EXERCISE INSTRUCTIONS:
Every line of the entries below from the one containing "time_ts <= ?" to the one containing "def days(self, zone: str)", both ends included, must be written out exactly. No other line belongs in the answer.

BEGIN DATA RECORDS

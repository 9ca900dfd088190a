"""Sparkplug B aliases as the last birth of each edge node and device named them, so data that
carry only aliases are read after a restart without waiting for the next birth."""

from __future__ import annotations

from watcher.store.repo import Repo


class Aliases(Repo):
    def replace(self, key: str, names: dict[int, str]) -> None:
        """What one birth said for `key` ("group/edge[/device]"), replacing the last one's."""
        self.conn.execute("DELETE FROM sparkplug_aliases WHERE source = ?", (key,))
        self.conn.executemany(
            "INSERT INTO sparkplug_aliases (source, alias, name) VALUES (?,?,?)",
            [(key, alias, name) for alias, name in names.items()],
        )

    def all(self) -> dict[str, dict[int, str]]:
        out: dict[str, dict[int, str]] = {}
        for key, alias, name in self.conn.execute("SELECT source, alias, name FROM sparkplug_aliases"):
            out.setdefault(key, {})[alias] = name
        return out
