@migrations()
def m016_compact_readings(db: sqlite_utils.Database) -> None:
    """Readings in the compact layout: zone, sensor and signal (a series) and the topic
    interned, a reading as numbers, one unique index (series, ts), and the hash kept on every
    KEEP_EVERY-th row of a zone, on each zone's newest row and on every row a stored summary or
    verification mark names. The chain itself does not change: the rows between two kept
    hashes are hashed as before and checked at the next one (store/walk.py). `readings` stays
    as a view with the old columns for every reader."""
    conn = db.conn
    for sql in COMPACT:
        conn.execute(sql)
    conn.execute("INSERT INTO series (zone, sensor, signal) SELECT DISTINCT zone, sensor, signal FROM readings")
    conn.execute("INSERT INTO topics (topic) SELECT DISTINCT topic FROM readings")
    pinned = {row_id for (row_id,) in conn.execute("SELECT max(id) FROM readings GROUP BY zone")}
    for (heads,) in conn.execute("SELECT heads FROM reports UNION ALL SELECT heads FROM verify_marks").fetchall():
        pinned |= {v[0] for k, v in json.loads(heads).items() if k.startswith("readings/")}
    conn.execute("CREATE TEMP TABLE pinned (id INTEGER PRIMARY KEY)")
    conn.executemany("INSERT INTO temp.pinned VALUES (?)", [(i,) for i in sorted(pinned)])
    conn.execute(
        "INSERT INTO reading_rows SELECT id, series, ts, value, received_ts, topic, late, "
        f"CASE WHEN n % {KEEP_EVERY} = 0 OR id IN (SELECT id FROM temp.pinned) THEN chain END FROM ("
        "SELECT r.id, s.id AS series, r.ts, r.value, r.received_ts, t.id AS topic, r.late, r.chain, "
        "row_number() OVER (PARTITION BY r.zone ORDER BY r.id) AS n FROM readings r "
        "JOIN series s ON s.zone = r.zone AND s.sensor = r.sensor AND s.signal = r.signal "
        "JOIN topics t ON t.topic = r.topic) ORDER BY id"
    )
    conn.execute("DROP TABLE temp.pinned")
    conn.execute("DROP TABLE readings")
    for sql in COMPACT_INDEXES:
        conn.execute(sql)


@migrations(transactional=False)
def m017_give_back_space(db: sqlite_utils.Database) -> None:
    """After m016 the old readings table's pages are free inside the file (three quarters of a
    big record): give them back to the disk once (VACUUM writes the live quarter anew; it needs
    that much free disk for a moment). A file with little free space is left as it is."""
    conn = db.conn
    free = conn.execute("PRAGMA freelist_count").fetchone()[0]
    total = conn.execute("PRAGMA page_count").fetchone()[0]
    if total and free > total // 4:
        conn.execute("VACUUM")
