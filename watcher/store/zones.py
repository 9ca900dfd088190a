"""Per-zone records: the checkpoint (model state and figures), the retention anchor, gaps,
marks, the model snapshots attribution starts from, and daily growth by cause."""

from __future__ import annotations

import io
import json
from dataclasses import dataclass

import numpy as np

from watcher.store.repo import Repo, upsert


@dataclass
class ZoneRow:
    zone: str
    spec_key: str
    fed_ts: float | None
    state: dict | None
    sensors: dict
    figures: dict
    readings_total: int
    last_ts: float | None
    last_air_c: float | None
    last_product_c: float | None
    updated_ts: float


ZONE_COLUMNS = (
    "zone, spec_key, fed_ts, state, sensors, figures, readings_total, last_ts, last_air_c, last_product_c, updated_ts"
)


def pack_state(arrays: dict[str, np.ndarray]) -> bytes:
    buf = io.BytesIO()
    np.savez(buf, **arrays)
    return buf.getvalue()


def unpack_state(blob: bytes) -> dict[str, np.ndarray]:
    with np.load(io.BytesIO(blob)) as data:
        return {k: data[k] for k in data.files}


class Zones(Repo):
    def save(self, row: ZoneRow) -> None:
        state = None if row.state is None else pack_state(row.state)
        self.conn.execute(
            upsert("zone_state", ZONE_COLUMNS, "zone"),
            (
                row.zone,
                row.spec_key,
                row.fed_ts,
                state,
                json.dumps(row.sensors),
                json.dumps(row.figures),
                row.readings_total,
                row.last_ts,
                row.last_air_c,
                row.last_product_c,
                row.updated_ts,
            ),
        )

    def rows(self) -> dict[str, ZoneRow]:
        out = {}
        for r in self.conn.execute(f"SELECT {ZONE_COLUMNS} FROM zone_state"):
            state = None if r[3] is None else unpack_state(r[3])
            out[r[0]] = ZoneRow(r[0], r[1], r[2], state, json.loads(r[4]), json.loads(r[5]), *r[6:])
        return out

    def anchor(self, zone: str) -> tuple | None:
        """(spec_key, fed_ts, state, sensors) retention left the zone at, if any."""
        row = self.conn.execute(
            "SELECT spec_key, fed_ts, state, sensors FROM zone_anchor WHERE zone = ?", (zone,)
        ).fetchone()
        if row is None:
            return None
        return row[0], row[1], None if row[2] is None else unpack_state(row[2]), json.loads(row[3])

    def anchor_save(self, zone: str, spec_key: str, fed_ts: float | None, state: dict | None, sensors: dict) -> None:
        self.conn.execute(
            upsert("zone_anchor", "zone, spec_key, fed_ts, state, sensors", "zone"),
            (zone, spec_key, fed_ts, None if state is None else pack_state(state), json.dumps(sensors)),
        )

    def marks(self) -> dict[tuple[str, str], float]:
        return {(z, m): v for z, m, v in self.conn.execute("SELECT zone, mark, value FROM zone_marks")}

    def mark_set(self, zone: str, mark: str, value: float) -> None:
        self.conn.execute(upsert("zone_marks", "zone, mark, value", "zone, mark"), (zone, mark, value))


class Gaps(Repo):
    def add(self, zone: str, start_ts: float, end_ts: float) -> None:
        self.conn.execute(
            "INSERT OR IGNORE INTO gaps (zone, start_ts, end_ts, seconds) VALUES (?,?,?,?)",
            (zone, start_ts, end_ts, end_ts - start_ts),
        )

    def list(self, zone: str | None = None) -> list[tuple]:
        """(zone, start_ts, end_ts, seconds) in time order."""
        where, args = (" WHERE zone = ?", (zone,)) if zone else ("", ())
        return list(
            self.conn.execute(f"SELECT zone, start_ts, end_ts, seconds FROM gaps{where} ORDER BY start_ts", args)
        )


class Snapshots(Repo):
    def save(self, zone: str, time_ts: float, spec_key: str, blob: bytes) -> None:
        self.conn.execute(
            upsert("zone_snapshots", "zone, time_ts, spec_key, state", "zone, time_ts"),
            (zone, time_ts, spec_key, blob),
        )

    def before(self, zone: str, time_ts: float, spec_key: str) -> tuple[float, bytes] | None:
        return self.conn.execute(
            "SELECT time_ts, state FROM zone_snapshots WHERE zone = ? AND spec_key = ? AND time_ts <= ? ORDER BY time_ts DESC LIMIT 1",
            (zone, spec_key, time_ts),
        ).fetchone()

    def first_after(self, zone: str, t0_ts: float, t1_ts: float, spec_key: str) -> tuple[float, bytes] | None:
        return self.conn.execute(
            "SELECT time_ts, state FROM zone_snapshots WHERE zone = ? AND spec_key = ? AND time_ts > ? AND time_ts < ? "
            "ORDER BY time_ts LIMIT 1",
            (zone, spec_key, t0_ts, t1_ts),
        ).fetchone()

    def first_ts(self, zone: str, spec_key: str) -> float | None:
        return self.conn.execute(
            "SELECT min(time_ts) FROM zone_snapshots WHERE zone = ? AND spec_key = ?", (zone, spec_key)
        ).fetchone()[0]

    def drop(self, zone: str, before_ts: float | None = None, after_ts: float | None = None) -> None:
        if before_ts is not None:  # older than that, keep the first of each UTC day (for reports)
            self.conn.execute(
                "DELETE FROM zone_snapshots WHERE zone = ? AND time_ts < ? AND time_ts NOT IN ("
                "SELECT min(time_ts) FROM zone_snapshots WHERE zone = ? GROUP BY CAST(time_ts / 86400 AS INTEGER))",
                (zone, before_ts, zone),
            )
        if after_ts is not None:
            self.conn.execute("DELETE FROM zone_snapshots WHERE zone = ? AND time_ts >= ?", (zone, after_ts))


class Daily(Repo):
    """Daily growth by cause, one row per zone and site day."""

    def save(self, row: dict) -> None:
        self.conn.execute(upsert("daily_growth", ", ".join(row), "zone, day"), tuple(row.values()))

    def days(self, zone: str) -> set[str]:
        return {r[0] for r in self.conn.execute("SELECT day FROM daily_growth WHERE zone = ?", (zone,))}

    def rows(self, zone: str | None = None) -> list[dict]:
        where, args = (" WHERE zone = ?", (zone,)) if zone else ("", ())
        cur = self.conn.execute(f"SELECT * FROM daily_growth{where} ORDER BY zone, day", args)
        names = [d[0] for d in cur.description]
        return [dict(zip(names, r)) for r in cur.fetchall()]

END DATA RECORDS

ANSWER:
            "SELECT time_ts, state FROM zone_snapshots WHERE zone = ? AND spec_key = ? AND time_ts <= ? ORDER BY time_ts DESC LIMIT 1",
            (zone, spec_key, time_ts),
        ).fetchone()

    def first_after(self, zone: str, t0_ts: float, t1_ts: float, spec_key: str) -> tuple[float, bytes] | None:
        return self.conn.execute(
            "SELECT time_ts, state FROM zone_snapshots WHERE zone = ? AND spec_key = ? AND time_ts > ? AND time_ts < ? "
            "ORDER BY time_ts LIMIT 1",
            (zone, spec_key, t0_ts, t1_ts),
        ).fetchone()

    def first_ts(self, zone: str, spec_key: str) -> float | None:
        return self.conn.execute(
            "SELECT min(time_ts) FROM zone_snapshots WHERE zone = ? AND spec_key = ?", (zone, spec_key)
        ).fetchone()[0]

    def drop(self, zone: str, before_ts: float | None = None, after_ts: float | None = None) -> None:
        if before_ts is not None:  # older than that, keep the first of each UTC day (for reports)
            self.conn.execute(
                "DELETE FROM zone_snapshots WHERE zone = ? AND time_ts < ? AND time_ts NOT IN ("
                "SELECT min(time_ts) FROM zone_snapshots WHERE zone = ? GROUP BY CAST(time_ts / 86400 AS INTEGER))",
                (zone, before_ts, zone),
            )
        if after_ts is not None:
            self.conn.execute("DELETE FROM zone_snapshots WHERE zone = ? AND time_ts >= ?", (zone, after_ts))


class Daily(Repo):
    """Daily growth by cause, one row per zone and site day."""

    def save(self, row: dict) -> None:
        self.conn.execute(upsert("daily_growth", ", ".join(row), "zone, day"), tuple(row.values()))

    def days(self, zone: str) -> set[str]:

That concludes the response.